The Mistake

Michael Mears
Essential Theatre
59E59 Theatres, Brits OffBroadway, New York

Michael Mears and Riko Nakazone Credit: Simon Richardson

The beautiful and charming Shigeko is aware of the war going on throughout the world but isn't really aware of the reality and consequences. So, she blissfully goes about her life, telling us about her fiancé who is in the army, her mother who is in the hospital and her grandmother at home. “The Americans won’t bomb Hiroshima; it is too beautiful a city.”

Leo Szilard is a Jewish scientist who has escaped Budapest on the eve of the Nazi invasion, going first to London and ending up in Long Island. He becomes one of the scientists involved the creation of discoveries and uses of nuclear science.

General Paul Tibbets is the pilot of the Enola Gay and who is heading the team that releases the bomb over Hiroshima.

Szilard doesn’t want the science used as a weapon. Shigeko tries to survive and return to her prewar life. Tibbets is too far above the city to see the victims.

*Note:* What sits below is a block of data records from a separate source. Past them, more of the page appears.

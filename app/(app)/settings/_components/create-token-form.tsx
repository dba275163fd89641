"use client";

import { useState } from "react";
import { Alert } from "@/components/ui/alert";
import { Button } from "@/components/ui/button";
import { INPUT_CLASS } from "@/components/ui/text-field";
import { RequestError, describeError } from "@/lib/query/fetcher";
import { useCreateToken, type CreatedToken } from "@/lib/query/tokens";

export function CreateTokenForm() {
  const create = useCreateToken();
  const [name, setName] = useState("");
  const [created, setCreated] = useState<CreatedToken | null>(null);
  const nameError = create.error instanceof RequestError ? create.error.fields?.name : undefined;

  return (
    <div className="mt-4 space-y-4">
      <form
        className="flex flex-wrap items-end gap-3 rounded-lg border border-ink/10 bg-paper-raised p-4"
        onSubmit={(event) => {
          event.preventDefault();
          setCreated(null);
          create.mutate(name.trim(), {
            onSuccess: (result) => {
              setCreated(result);
              setName("");
            },
          });
        }}
      >
        <div className="w-full sm:w-72">
          <label htmlFor="token-name" className="block text-sm font-medium">
            Token name
          </label>
          <input
            id="token-name"
            value={name}
            required
            maxLength={100}
            placeholder="e.g. fitting notebook"
            onChange={(event) => setName(event.target.value)}
            aria-invalid={nameError ? true : undefined}
            aria-describedby={create.isError ? "token-error" : undefined}
            className={`mt-1 ${INPUT_CLASS}`}
          />
        </div>
        <Button type="submit" disabled={create.isPending || name.trim() === ""}>
          {create.isPending ? "Creating…" : "Create token"}
        </Button>
        {create.isError ? (
          <p id="token-error" role="alert" className="w-full text-sm text-ember">
            {nameError ?? describeError(create.error)}
          </p>
        ) : null}
      </form>
      {created ? <NewTokenNotice created={created} onDone={() => setCreated(null)} /> : null}
    </div>
  );
}

function NewTokenNotice({ created, onDone }: { created: CreatedToken; onDone: () => void }) {
  const [copied, setCopied] = useState<"no" | "yes" | "failed">("no");
  return (
    <Alert tone="warning" title={`Copy the token “${created.item.name}” now`}>
      <p>It will not be shown again: Gyrolux keeps only a fingerprint of it. If you lose it, revoke it and create a new one.</p>
      <div className="mt-3 flex flex-wrap items-center gap-2">
        <label htmlFor="new-token" className="sr-only">
          New API token
        </label>
        <input
          id="new-token"
          readOnly
          value={created.token}
          onFocus={(event) => event.target.select()}
          className={`max-w-full flex-1 font-mono text-xs ${INPUT_CLASS}`}
        />
        <Button
          variant="secondary"
          onClick={() => {
            navigator.clipboard.writeText(created.token).then(
              () => setCopied("yes"),
              () => setCopied("failed"),
            );
          }}
        >
          Copy
        </Button>
        <Button variant="quiet" onClick={onDone}>
          I have stored it
        </Button>
      </div>
      <p aria-live="polite" className="mt-2 text-xs">
        {copied === "yes"
          ? "Copied to the clipboard."
          : copied === "failed"
            ? "The browser refused the clipboard; select the text and copy it by hand."
            : ""}
      </p>
    </Alert>
  );
}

The Manhattan Project was a top-secret, US government nuclear research project which spanned from prewar 1942 to 1946. This led to the development of the first atomic bombs.

Originally developed to use against Germany, when the Japanese rejected the Potsdam Declaration, which called for unconditional surrender, the United States detonated “Little Boy”, a gun-type uranium-based weapon, over Hiroshima on 6 August 1945 killing an estimated 140,000. When the Japanese still didn't surrender, the US dropped “Fat Man”, an implosion-type plutonium-based device over Nagasaki on 9 August killing an estimated 74,000. Survivors faced leukemia, cancers and other terrible side effects.

Surprisingly, the Japanese government was informed of the impending inferno that the Americans were going to let loose over their cities. The world would find out long afterwards that the Japanese government did not warn their citizens. They did not flee the cities; they did not take cover.

The Mistake is an examination of how: on one side is Szilard who is involved in the development of the bomb; on the other side, Shigeko, who speaks for the victims. The play focuses only on the individuals, addressing little of the political opinions and decisions.

Michael Mears plays Leo Szilard as well as General Paul Tibbets, Albert Einstein and others. Riko Nakazono is Shigeko and other voices. Playwright Michael Mears offered a detailed winding account of the events. Director Rosamunde Hutt structures the production so that the audience is always aware of who is speaking and where we are. Scenic designer Mark Friend has created a space to accommodate all the locations and allows the actors to lead the audience through the story. We are in Hiroshima, we are in the Enola Gay, we are in Washington DC. The production team of Claire Windsor (sound design) and Angelo Sagnelli and Richard Willamson (co-lighting designers) enhance the telling.

This is a beautiful and clean production. The title, The Mistake, is the strongest political statement, providing the audience with the facts to make their own judgment.